── Recorded data
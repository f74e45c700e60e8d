/**
 * The canvas itself: React Flow showing the board's parts and wires, wired to the named edits of
 * shared/board/edits. Drag positions travel through awareness while dragging and are written to the
 * document once, on drag stop.
 */
import { useCallback, useEffect, useLayoutEffect, useMemo, useRef, useState, type DragEvent, type PointerEvent as RPointerEvent } from 'react';
import {
  ConnectionMode, ControlButton, Controls, getNodesBounds, getViewportForBounds, ReactFlow,
  useReactFlow, useStore, type Connection, type OnSelectionChangeParams, type ReactFlowState,
} from '@xyflow/react';
import { toast } from 'sonner';
import { connect, movePart, relabelPart, setPartField } from '../../../../shared/board';
import { modulePinTable, partsMap } from '../../../../shared/board';
import { ModulesContext, type ModulesView } from '../modules/modules-context';
import { SIGNAL } from '../lib/colors';
import { GRID, snap } from '../lib/geometry';
import { labelProblem } from '../lib/labels';
import type { TrayChoice } from '../lib/new-part';
import { PartActionsContext, type PartActions } from '../flow/part-actions';
import { PartNodeComponent } from '../flow/part-node';
import { WireEdgeComponent } from '../flow/wire-edge';
import { FarWires } from '../flow/far-wires';
import { FarCanvas } from '../flow/far-canvas';
import { useFarBoxSelect } from '../flow/far-select';
import { PartsMap } from '../flow/parts-map';
import { drawsFar, leastZoom, zoomBand } from '../flow/zoom-detail';
import type { PartNode, WireEdge } from '../flow/types';
import { RemoteCursors } from '../presence/remote-cursors';
import { throttle, type PeersView } from '../session/awareness';
import type { BoardSession } from '../session/use-board-session';
import { TRAY_MIME } from '../tray/tray-items';
import { HelpSheet } from '../toolbar/help-sheet';
import { CanvasGrid } from './canvas-grid';
import { useCanvasCommands } from './use-canvas-commands';
import { useFlowState, type OverlayProps } from './use-flow-state';

const nodeTypes = { part: PartNodeComponent };
const edgeTypes = { wire: WireEdgeComponent };
const SNAP: [number, number] = [GRID, GRID];
const MINIMAP_AUTO_LIMIT = 400;

const NO_WIRES: WireEdge[] = [];
const NO_PARTS: PartNode[] = [];
const hasPanZoom = (s: ReactFlowState) => s.panZoom !== null;
const FIT_PADDING = 0.15;
const FIT_MAX_ZOOM = 1.25;
const paneWidth = (s: ReactFlowState) => s.width;
const paneHeight = (s: ReactFlowState) => s.height;

/**
 * Zoomed out the parts are drawn by FarCanvas; React Flow keeps them as hidden nodes, which it neither
 * mounts nor watches on a pan frame (with onlyRenderVisibleElements a hidden node is never "in view").
 * One hidden copy per node object, so an unchanged part stays the same object for React Flow.
 */
const hiddenCopies = new WeakMap<PartNode, PartNode>();
function hiddenNode(n: PartNode): PartNode {
  let h = hiddenCopies.get(n);
  if (!h) { h = { ...n, hidden: true }; hiddenCopies.set(n, h); }
  return h;
}

/** Most wires drawn over the far canvas for their pulse (a net that does not settle); past it they stay still. */
const PULSE_OVERLAY_LIMIT = 400;

/** The wires leaving a part marked oscillating (the drivers of a net that does not settle). */
function oscillatingWires(nodes: readonly PartNode[], edges: readonly WireEdge[]): WireEdge[] {
  const driving = new Set(nodes.filter((n) => n.data.badge?.tone === 'oscillating').map((n) => n.id));
  if (driving.size === 0) return NO_WIRES;
  const out = edges.filter((e) => driving.has(e.source));
  return out.length > PULSE_OVERLAY_LIMIT ? NO_WIRES : out;
}

export interface BoardCanvasProps extends OverlayProps {
  session: BoardSession;
  peers: PeersView;
  armed: TrayChoice | null;
  onArm(choice: TrayChoice | null): void;
  onTryOut?(partId: string, field: 'on' | 'pressed', value: boolean): void;
  helpOpen: boolean;
  onHelp(open: boolean): void;
  /** gives the toolbar the commands and the node list (for image export) */
  onReady?(api: CanvasApi): void;
  /** double-click on an instance: show its module's inside */
  onOpenModule?(moduleId: string): void;
}

export interface CanvasApi {
  run: ReturnType<typeof useCanvasCommands>['run'];
  nodes(): PartNode[];
  selectedCount(): number;
}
────
• _Task description_
Please show every line of the material that contains the string "number".

• _Answer box_
const SNAP: [number, number] = [GRID, GRID];
  selectedCount(): number;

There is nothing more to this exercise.